Stored data entries:
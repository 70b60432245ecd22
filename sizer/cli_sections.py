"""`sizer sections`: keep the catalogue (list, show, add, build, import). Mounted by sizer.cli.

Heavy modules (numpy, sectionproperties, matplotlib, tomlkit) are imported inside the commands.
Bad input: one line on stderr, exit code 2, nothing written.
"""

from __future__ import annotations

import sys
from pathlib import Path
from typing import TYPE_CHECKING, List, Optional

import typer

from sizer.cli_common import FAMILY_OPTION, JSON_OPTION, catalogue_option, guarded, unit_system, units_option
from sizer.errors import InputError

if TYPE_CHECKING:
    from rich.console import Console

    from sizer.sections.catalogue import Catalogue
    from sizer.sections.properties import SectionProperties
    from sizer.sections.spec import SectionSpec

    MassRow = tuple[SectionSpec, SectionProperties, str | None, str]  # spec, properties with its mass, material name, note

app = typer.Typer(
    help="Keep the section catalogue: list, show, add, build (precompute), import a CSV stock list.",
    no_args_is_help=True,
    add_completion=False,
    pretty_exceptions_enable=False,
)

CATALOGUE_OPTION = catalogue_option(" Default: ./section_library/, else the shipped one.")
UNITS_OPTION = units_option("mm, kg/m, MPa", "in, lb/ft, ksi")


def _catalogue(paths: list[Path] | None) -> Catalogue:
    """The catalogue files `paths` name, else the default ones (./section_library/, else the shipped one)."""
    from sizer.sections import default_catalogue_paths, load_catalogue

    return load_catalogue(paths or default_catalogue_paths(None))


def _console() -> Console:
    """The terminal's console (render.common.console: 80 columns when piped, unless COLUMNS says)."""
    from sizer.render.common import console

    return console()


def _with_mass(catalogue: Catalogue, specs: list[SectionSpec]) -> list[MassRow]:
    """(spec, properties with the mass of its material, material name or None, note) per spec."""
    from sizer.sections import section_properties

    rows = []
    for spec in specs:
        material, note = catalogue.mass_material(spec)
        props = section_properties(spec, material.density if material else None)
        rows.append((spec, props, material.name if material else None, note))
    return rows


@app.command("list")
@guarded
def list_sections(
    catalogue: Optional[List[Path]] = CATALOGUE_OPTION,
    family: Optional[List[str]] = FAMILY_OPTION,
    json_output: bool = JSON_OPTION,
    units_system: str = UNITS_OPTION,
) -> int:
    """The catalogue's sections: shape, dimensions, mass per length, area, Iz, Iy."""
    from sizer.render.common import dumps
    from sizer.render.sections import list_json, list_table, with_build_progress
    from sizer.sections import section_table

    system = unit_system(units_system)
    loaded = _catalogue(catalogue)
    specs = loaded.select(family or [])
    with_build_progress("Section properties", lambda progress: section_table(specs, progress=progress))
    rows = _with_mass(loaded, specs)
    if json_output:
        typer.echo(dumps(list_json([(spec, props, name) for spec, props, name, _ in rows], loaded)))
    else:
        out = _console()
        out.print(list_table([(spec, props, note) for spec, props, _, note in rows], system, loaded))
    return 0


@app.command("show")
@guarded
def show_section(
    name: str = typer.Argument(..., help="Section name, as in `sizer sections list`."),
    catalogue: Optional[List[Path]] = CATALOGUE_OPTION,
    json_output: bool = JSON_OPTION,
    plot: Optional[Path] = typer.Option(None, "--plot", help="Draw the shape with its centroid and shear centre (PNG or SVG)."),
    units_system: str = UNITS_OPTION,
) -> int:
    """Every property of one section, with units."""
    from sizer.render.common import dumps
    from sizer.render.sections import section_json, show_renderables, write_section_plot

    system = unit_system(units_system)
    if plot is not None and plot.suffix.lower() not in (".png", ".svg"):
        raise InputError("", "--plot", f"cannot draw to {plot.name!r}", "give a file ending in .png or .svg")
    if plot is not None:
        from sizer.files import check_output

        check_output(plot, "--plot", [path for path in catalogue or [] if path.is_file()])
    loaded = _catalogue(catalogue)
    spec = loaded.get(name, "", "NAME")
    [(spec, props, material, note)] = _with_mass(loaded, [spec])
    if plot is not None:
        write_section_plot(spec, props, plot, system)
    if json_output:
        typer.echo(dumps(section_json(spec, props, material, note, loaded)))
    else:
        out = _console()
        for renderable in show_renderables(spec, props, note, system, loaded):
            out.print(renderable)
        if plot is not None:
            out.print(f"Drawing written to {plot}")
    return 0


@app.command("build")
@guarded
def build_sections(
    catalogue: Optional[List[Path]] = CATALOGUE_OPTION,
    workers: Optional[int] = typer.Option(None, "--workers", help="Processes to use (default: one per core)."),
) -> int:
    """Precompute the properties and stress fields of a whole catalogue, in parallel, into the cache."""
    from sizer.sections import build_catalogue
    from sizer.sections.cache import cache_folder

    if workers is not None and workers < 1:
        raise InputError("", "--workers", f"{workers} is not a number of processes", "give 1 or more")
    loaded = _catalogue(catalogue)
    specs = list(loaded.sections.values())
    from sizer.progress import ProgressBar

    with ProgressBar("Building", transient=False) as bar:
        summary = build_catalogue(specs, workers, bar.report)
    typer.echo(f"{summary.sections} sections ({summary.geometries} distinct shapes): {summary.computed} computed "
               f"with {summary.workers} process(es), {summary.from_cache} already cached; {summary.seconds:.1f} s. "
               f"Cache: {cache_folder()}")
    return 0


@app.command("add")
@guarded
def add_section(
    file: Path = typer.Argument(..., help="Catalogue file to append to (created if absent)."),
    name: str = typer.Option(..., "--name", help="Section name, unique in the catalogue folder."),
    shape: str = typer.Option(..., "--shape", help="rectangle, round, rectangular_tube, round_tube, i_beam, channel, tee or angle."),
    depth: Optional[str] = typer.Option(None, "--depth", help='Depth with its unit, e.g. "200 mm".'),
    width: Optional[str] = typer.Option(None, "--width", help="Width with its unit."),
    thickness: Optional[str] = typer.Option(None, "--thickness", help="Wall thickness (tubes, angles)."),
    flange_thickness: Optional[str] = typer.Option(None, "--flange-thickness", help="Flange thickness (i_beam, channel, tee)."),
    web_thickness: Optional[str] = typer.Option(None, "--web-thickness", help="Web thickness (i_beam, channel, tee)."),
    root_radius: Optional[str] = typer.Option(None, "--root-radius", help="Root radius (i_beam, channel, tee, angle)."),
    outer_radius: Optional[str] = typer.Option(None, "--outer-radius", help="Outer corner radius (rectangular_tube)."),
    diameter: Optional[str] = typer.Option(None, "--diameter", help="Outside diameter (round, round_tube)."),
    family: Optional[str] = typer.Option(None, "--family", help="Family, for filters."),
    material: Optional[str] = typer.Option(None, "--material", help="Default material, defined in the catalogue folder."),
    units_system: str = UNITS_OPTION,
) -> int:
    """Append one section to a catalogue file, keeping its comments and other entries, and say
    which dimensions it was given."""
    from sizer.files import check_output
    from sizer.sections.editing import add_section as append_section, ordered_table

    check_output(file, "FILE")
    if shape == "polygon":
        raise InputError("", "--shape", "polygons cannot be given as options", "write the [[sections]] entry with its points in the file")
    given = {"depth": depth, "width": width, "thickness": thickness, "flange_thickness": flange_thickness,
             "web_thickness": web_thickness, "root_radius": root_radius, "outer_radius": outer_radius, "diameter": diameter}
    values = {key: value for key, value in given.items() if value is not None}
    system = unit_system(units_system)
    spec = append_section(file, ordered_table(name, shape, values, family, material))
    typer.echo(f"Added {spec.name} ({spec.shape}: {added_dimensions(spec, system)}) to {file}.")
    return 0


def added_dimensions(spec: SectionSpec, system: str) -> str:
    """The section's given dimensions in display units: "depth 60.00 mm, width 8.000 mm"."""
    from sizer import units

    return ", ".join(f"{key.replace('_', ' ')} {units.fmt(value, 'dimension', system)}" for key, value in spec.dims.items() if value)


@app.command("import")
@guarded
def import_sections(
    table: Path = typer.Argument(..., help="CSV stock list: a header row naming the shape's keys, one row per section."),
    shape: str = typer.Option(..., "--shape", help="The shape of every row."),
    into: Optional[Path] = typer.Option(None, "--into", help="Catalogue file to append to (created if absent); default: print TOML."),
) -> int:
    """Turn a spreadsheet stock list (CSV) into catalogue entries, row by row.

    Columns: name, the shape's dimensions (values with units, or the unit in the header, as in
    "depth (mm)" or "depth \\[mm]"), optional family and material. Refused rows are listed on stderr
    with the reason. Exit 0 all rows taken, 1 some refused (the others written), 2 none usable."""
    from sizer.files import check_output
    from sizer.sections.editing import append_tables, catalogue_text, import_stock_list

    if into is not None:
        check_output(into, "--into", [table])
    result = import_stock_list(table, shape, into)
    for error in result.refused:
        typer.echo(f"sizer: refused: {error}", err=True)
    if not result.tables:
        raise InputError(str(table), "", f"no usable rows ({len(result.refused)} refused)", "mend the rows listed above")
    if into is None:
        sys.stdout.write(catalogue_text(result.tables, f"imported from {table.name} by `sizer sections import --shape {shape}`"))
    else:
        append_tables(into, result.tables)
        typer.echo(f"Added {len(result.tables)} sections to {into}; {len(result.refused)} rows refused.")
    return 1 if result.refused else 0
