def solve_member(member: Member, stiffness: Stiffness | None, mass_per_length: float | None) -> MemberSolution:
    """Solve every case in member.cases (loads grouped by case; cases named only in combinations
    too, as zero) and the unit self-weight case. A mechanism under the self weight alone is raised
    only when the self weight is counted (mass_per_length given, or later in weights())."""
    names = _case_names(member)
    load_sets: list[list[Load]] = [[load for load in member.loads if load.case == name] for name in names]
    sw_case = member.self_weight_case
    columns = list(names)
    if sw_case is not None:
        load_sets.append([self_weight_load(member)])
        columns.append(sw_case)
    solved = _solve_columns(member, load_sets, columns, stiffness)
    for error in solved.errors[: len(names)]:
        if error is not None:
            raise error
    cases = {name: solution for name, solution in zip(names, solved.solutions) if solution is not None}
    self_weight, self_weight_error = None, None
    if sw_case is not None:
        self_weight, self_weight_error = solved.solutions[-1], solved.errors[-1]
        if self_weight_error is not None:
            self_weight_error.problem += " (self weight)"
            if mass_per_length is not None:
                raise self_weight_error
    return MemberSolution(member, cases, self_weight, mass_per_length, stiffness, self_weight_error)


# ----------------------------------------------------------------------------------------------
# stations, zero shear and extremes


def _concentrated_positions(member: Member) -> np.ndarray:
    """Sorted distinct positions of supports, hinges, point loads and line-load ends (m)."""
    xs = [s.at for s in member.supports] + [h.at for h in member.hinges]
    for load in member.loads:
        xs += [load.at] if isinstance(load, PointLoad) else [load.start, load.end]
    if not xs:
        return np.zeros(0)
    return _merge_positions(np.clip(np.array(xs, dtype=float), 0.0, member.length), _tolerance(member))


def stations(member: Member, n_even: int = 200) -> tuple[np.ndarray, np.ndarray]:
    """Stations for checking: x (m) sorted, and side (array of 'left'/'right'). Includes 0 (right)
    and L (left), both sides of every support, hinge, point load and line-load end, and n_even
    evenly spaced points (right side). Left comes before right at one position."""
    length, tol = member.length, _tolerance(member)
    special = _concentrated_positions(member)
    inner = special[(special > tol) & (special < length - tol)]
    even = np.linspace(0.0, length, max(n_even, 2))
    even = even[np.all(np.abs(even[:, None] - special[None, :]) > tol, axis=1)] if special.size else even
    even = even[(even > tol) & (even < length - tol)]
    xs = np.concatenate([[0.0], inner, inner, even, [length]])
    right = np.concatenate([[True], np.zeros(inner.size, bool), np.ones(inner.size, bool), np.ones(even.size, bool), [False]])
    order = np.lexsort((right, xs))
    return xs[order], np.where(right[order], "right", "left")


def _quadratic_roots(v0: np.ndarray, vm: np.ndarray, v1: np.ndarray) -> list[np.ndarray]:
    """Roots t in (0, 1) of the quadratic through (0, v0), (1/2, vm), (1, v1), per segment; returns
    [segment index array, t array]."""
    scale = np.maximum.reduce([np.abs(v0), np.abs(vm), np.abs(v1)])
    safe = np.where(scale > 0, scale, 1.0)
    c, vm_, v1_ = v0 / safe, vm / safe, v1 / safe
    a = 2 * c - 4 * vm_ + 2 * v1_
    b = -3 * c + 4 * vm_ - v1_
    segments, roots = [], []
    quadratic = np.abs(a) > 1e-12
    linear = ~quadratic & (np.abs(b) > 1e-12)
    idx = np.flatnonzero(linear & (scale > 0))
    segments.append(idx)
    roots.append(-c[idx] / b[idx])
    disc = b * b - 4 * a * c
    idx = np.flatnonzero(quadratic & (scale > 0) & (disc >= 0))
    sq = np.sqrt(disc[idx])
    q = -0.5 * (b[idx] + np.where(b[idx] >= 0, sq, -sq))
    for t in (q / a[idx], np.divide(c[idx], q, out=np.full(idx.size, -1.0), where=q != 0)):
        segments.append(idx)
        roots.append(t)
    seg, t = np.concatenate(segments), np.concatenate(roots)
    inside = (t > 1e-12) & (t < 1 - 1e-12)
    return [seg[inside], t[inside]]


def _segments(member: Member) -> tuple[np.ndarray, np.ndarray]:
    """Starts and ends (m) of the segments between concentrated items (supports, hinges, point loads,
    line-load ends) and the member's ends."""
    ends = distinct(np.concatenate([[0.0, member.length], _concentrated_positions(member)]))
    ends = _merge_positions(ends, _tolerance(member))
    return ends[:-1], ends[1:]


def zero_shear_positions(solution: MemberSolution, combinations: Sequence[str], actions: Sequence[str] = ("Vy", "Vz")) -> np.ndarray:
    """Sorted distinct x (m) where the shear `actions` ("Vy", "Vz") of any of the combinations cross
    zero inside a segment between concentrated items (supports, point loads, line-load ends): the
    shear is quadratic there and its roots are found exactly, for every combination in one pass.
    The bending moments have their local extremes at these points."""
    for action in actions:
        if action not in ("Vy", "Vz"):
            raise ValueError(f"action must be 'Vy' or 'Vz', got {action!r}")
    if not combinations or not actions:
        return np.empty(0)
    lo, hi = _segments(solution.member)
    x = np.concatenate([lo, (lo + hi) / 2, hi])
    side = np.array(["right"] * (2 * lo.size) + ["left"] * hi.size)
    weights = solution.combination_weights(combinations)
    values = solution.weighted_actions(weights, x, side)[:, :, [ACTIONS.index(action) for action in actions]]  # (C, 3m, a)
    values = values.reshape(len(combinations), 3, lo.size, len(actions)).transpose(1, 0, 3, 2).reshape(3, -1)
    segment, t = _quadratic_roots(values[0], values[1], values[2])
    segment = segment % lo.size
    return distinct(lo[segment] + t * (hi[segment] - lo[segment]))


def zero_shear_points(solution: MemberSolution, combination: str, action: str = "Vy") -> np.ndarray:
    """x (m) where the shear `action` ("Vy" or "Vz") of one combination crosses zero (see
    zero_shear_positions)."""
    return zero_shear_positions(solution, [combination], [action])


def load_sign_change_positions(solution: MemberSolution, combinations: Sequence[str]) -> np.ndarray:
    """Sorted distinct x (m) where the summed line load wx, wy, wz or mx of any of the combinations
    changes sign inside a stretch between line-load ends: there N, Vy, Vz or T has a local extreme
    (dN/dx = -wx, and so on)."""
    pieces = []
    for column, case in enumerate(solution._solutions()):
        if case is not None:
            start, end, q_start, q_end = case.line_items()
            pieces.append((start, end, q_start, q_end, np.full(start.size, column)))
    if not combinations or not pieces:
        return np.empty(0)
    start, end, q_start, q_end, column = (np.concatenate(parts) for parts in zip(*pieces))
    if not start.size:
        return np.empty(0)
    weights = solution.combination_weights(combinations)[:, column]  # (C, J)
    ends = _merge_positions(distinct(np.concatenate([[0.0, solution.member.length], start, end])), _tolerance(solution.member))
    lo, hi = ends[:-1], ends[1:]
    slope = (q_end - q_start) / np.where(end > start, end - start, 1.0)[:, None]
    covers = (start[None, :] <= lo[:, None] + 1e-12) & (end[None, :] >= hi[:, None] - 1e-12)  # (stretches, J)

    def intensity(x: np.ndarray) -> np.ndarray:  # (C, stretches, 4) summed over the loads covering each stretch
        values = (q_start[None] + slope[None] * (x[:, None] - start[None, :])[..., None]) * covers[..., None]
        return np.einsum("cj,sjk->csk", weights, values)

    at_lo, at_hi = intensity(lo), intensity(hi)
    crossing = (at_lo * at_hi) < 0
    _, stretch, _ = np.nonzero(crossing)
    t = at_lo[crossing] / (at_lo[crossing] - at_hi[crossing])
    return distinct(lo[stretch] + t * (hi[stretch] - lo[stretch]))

**Work to be completed:** What is needed is a verbatim copy of every line in the records above from the one containing "[segment index array, t" down to the one containing "if action not", both included, and nothing more.

**Written solution:**
    [segment index array, t array]."""
    scale = np.maximum.reduce([np.abs(v0), np.abs(vm), np.abs(v1)])
    safe = np.where(scale > 0, scale, 1.0)
    c, vm_, v1_ = v0 / safe, vm / safe, v1 / safe
    a = 2 * c - 4 * vm_ + 2 * v1_
    b = -3 * c + 4 * vm_ - v1_
    segments, roots = [], []
    quadratic = np.abs(a) > 1e-12
    linear = ~quadratic & (np.abs(b) > 1e-12)
    idx = np.flatnonzero(linear & (scale > 0))
    segments.append(idx)
    roots.append(-c[idx] / b[idx])
    disc = b * b - 4 * a * c
    idx = np.flatnonzero(quadratic & (scale > 0) & (disc >= 0))
    sq = np.sqrt(disc[idx])
    q = -0.5 * (b[idx] + np.where(b[idx] >= 0, sq, -sq))
    for t in (q / a[idx], np.divide(c[idx], q, out=np.full(idx.size, -1.0), where=q != 0)):
        segments.append(idx)
        roots.append(t)
    seg, t = np.concatenate(segments), np.concatenate(roots)
    inside = (t > 1e-12) & (t < 1 - 1e-12)
    return [seg[inside], t[inside]]


def _segments(member: Member) -> tuple[np.ndarray, np.ndarray]:
    """Starts and ends (m) of the segments between concentrated items (supports, hinges, point loads,
    line-load ends) and the member's ends."""
    ends = distinct(np.concatenate([[0.0, member.length], _concentrated_positions(member)]))
    ends = _merge_positions(ends, _tolerance(member))
    return ends[:-1], ends[1:]


def zero_shear_positions(solution: MemberSolution, combinations: Sequence[str], actions: Sequence[str] = ("Vy", "Vz")) -> np.ndarray:
    """Sorted distinct x (m) where the shear `actions` ("Vy", "Vz") of any of the combinations cross
    zero inside a segment between concentrated items (supports, point loads, line-load ends): the
    shear is quadratic there and its roots are found exactly, for every combination in one pass.
    The bending moments have their local extremes at these points."""
    for action in actions:
        if action not in ("Vy", "Vz"):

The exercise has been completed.